#### What to do:
Give again, word for word, every line below from the one that has "already holds readings" through the one that has "import asyncio", both included, and no others.

- - -

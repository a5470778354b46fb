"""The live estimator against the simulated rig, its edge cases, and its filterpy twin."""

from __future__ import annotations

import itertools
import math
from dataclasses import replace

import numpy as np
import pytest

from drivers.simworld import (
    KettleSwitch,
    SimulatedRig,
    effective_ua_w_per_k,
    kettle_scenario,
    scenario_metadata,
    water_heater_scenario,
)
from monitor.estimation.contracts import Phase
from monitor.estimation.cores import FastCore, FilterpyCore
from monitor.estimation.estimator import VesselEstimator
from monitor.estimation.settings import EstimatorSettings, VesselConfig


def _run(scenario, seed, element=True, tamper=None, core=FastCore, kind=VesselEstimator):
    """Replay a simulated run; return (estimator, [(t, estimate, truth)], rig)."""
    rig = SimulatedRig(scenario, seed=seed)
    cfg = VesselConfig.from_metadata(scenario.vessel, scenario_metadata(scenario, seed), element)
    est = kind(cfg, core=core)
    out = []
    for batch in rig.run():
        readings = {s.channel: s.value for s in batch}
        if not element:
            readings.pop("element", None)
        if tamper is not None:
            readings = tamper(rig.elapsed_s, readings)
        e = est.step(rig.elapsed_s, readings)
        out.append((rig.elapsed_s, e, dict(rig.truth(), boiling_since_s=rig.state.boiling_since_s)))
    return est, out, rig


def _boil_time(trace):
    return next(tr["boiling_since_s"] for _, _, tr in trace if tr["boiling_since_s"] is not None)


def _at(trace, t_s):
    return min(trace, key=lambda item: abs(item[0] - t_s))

- - -

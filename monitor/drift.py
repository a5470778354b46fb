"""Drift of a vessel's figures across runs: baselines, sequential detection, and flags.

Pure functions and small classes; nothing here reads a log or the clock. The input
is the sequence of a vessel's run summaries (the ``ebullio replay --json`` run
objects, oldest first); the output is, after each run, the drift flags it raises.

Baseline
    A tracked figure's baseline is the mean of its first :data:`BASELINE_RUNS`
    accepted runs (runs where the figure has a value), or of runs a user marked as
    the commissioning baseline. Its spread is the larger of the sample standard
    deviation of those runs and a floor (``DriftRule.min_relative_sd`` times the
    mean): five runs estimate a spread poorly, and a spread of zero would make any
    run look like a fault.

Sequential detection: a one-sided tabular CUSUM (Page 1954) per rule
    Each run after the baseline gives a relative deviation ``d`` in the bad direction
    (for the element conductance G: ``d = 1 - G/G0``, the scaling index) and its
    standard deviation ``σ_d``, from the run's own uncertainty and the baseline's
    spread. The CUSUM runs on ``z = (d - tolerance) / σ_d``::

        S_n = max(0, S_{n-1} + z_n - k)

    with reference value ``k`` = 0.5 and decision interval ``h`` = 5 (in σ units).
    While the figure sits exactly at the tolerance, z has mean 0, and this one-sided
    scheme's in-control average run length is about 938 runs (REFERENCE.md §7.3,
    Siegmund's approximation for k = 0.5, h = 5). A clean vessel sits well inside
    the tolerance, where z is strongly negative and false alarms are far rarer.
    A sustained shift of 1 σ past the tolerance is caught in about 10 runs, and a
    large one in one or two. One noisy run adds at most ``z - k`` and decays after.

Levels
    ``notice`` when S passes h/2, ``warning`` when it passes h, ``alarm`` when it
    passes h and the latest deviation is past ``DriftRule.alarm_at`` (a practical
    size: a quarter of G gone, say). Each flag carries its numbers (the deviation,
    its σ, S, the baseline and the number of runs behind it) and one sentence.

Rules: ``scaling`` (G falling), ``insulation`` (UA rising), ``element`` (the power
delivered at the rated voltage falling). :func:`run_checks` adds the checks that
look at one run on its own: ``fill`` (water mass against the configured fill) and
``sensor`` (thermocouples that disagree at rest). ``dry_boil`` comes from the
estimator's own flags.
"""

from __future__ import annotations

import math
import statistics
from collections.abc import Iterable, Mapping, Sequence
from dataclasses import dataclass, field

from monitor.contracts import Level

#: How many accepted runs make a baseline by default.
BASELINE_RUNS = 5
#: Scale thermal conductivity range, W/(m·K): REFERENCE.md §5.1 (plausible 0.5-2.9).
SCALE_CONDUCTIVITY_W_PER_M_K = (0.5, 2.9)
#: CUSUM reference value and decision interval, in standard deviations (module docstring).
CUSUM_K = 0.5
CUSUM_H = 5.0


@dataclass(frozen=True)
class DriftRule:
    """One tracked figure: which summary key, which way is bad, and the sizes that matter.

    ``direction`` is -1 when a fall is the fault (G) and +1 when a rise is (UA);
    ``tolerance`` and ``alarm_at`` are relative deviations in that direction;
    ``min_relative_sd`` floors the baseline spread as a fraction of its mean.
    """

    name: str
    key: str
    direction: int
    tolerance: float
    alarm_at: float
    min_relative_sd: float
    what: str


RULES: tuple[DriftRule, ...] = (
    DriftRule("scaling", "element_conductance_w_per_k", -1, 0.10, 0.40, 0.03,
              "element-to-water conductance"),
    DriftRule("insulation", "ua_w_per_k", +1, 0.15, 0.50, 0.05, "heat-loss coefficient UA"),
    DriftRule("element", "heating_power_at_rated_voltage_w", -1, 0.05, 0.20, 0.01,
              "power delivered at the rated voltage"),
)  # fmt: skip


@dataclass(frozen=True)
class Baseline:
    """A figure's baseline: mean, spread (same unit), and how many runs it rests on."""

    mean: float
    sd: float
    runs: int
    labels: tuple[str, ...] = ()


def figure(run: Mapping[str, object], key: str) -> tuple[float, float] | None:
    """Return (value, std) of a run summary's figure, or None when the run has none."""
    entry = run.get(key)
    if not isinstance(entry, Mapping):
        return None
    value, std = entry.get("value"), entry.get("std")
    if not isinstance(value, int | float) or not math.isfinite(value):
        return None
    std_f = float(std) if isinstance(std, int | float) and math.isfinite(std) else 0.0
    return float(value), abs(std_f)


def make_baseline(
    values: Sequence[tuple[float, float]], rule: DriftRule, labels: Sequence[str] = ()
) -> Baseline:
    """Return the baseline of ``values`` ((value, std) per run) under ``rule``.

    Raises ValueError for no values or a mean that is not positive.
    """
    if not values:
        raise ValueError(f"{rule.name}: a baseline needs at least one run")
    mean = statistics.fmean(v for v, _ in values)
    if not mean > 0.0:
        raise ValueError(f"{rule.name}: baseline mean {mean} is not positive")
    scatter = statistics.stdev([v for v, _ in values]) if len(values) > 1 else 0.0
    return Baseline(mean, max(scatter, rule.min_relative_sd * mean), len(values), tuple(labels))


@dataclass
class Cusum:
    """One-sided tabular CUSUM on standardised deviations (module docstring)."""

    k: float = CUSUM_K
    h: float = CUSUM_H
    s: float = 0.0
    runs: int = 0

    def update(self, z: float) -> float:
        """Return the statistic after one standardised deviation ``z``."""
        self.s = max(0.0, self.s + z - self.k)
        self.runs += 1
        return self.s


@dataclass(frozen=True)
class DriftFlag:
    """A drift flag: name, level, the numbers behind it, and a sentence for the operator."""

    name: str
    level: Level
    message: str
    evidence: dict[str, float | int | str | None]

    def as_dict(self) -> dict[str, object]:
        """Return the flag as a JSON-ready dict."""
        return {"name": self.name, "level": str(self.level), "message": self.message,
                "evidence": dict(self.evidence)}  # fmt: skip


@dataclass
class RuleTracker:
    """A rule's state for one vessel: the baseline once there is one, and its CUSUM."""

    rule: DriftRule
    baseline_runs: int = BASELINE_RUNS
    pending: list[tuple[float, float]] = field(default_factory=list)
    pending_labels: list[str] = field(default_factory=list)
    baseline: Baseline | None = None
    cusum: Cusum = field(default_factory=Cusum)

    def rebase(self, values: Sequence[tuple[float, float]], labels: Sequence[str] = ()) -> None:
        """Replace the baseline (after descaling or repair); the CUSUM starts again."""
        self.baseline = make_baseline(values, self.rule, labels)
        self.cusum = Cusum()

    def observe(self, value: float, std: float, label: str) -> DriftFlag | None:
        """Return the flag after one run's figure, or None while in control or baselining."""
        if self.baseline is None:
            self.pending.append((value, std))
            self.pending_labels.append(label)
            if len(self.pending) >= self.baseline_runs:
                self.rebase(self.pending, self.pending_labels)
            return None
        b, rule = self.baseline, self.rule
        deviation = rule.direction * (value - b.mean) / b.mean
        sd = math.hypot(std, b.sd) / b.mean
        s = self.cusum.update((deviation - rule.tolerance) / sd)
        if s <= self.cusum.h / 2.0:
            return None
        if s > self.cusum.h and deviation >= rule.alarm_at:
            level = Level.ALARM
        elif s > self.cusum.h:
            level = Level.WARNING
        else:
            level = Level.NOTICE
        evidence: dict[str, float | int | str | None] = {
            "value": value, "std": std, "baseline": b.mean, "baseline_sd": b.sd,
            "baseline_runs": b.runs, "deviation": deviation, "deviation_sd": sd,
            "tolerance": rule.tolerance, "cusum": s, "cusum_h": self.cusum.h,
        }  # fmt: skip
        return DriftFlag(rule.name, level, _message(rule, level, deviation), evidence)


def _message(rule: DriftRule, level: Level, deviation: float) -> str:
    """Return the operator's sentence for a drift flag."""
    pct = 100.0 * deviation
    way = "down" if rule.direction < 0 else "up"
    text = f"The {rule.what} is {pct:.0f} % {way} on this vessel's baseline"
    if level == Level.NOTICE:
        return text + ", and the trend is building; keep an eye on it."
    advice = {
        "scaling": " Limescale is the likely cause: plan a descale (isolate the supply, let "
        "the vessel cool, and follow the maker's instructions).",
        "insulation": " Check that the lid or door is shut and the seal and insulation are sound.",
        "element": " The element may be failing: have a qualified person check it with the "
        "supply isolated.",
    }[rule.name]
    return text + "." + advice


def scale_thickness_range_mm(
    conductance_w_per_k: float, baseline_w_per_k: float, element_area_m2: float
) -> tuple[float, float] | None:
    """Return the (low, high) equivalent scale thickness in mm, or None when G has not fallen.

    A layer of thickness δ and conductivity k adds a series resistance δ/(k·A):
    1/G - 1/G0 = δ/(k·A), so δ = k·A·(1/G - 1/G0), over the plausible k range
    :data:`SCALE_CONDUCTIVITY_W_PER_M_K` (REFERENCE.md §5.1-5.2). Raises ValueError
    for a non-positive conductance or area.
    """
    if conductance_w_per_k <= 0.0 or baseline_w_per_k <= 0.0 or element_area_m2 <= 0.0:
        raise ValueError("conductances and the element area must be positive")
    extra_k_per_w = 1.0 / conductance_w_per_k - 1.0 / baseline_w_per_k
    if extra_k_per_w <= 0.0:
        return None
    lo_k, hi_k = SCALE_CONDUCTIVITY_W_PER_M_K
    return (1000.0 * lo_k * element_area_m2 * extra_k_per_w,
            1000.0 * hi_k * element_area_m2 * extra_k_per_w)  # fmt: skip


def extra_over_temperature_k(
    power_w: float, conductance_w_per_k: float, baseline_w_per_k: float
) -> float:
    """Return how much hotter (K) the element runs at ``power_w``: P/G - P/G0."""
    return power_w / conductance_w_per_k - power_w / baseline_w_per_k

- - -

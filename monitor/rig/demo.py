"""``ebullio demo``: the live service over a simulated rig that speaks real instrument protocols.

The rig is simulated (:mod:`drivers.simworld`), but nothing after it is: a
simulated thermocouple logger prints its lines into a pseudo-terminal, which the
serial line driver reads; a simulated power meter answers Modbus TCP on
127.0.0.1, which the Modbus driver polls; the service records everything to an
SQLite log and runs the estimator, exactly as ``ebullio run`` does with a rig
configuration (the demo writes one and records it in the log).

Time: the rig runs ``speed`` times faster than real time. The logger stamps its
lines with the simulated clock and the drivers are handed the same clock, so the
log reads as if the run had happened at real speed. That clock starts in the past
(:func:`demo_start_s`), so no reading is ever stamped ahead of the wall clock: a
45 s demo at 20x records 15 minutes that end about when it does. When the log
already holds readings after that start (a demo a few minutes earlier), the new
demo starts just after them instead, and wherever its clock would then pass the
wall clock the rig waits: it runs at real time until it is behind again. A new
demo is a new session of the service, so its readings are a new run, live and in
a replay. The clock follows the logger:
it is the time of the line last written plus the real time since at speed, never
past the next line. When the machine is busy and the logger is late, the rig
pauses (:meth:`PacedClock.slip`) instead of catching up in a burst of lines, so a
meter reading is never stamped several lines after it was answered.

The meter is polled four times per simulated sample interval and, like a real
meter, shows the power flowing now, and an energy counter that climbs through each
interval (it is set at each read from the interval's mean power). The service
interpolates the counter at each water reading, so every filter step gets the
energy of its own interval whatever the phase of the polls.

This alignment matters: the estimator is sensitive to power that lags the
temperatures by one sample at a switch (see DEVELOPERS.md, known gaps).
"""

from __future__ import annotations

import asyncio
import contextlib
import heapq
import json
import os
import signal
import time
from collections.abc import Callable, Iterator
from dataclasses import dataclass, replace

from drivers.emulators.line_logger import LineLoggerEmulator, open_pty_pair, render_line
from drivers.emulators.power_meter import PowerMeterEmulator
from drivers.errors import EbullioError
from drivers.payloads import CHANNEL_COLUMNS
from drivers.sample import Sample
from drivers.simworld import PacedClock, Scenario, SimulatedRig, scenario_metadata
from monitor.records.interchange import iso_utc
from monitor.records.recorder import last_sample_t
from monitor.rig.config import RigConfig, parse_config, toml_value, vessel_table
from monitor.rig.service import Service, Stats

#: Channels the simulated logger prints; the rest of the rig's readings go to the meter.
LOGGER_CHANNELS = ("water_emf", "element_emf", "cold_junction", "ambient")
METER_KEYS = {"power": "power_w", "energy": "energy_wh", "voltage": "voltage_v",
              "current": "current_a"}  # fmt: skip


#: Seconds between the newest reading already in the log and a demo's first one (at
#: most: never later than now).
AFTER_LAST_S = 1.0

- - -

#### Written answer:
already holds readings after that start (a demo a few minutes earlier), the new
demo starts just after them instead, and wherever its clock would then pass the
wall clock the rig waits: it runs at real time until it is behind again. A new
demo is a new session of the service, so its readings are a new run, live and in
a replay. The clock follows the logger:
it is the time of the line last written plus the real time since at speed, never
past the next line. When the machine is busy and the logger is late, the rig
pauses (:meth:`PacedClock.slip`) instead of catching up in a burst of lines, so a
meter reading is never stamped several lines after it was answered.

The meter is polled four times per simulated sample interval and, like a real
meter, shows the power flowing now, and an energy counter that climbs through each
interval (it is set at each read from the interval's mean power). The service
interpolates the counter at each water reading, so every filter step gets the
energy of its own interval whatever the phase of the polls.

This alignment matters: the estimator is sensitive to power that lags the
temperatures by one sample at a switch (see DEVELOPERS.md, known gaps).
"""

from __future__ import annotations

import asyncio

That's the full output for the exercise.